"""Home: where a study stands and the ways to go on.

Progress per pass comes straight from the study (one small query). Open
discrepancies need a whole comparison, which can take a moment on a big
study, so it runs in a worker thread on its own read-only connection and the
screen says "counting…" meanwhile.
"""

from __future__ import annotations

from textual import on, work
from textual.app import ComposeResult
from textual.binding import Binding
from textual.containers import Horizontal, Vertical
from textual.screen import Screen
from textual.widgets import Footer, Header, OptionList, Static
from textual.widgets.option_list import Option

#: (option id, text shown, app hook); the digit/letter keys are in BINDINGS.
WAYS_ON = (
    ("key-1", "1  key pass 1", "key_1"),
    ("key-2", "2  key pass 2", "key_2"),
    ("resolve", "r  resolve discrepancies", "resolve"),
    ("export", "e  export the verified file", "export"),
    ("report", "p  verification report", "report"),
    ("screen", "s  screening", "screen"),
)


class HomeScreen(Screen):
    """The study's progress, its open discrepancies, and where to go next."""

    BINDINGS = [
        Binding("1", "go('key_1')", "key pass 1", id="home.key-1"),
        Binding("2", "go('key_2')", "key pass 2", id="home.key-2"),
        Binding("r", "go('resolve')", "resolve", id="home.resolve"),
        Binding("e", "go('export')", "export", id="home.export"),
        Binding("p", "go('report')", "report", id="home.report"),
        Binding("s", "go('screen')", "screen", id="home.screen"),
    ]

    def __init__(self, study, **kwargs):
        super().__init__(**kwargs)
        self.study = study

    def compose(self) -> ComposeResult:
        yield Header()
        with Horizontal(id="home-body"):
            with Vertical(id="home-facts"):
                yield Static("Progress", classes="home-heading")
                yield Static("", id="home-progress", markup=False)
                yield Static("Open discrepancies", classes="home-heading")
                yield Static("counting…", id="home-discrepancies", markup=False)
            with Vertical(id="home-ways"):
                yield Static("Go on", classes="home-heading")
                yield OptionList(*(Option(text, id=oid) for oid, text, _ in WAYS_ON),
                                 id="home-menu")
        yield Footer()

    def on_mount(self) -> None:
        self.query_one("#home-menu", OptionList).focus()
        self.refresh_facts()

    def on_screen_resume(self) -> None:
        self.refresh_facts()

    def refresh_facts(self) -> None:
        """Re-read progress now and recount discrepancies in the background."""
        self.query_one("#home-progress", Static).update(progress_text(self.study))
        self.query_one("#home-discrepancies", Static).update("counting…")
        self.count_discrepancies()

    @work(thread=True, exclusive=True, group="home-count")
    def count_discrepancies(self) -> None:
        text = discrepancy_text(self.study.path)
        self.app.call_from_thread(self._show_discrepancies, text)

    def _show_discrepancies(self, text: str) -> None:
        self.query_one("#home-discrepancies", Static).update(text)

    @on(OptionList.OptionSelected, "#home-menu")
    def _chosen(self, event: OptionList.OptionSelected) -> None:
        hook = {oid: h for oid, _, h in WAYS_ON}[event.option.id]
        self.action_go(hook)

    def action_go(self, hook: str) -> None:
        app = self.app
        if hook in ("key_1", "key_2"):
            app.ask_keyer_then_key(int(hook[-1]))
        else:
            getattr(app, f"open_{'screening' if hook == 'screen' else hook}")()


def progress_text(study) -> str:
    """Forms, finished forms and keyers of each pass, one line per pass."""
    forms = study.forms()
    lines = []
    for pass_no in (1, 2):
        f = forms[(forms["pass"] == pass_no) & ~forms["dropped"]] if len(forms) else forms
        if not len(f):
            lines.append(f"pass {pass_no}: nothing keyed yet")
            continue
        keyers = ", ".join(sorted({str(k) for k in f["keyer"] if k}))
        finished = int(f["finished_at"].notna().sum())
        lines.append(f"pass {pass_no}: {len(f)} forms, {finished} finished · keyers {keyers}")
    dropped = int(forms["dropped"].sum()) if len(forms) else 0
    if dropped:
        lines.append(f"{dropped} form(s) dropped as keyed twice")
    return "\n".join(lines)


def discrepancy_text(study_path) -> str:
    """Discrepancies by kind (``core.compare.summarise``) and how many are still open.

    Runs in a worker thread, so it opens its own read-only connection.
    """
    from core.compare import compare_study, summarise
    from core.errors import KeyproofError
    from core.store import Study

    try:
        with Study.open(study_path, readonly=True) as study:
            table = compare_study(study)
            summary = summarise(table)
            still_open = _still_open(study, table)
    except KeyproofError as exc:
        return f"could not count: {exc}"
    lines = summary.lines()
    if still_open is not None and len(table):
        lines.insert(0, f"{still_open} of {len(table)} still open (not yet decided, or stale)")
    return "\n".join(lines)


def _still_open(study, table) -> int | None:
    try:
        from core.resolution import join_decisions
    except ImportError:  # decisions not part of this build: every row counts as open
        return None
    rows = join_decisions(table, study.decisions())
    return int((rows["_status"] != "settled").sum())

# Brief
Beginning at the opening line of the data, transcribe each line exactly until you reach the line with "from textual.widgets import", which you also include, and go no further.

# Expected answer
"""Home: where a study stands and the ways to go on.

Progress per pass comes straight from the study (one small query). Open
discrepancies need a whole comparison, which can take a moment on a big
study, so it runs in a worker thread on its own read-only connection and the
screen says "counting…" meanwhile.
"""

from __future__ import annotations

from textual import on, work
from textual.app import ComposeResult
from textual.binding import Binding
from textual.containers import Horizontal, Vertical
from textual.screen import Screen
from textual.widgets import Footer, Header, OptionList, Static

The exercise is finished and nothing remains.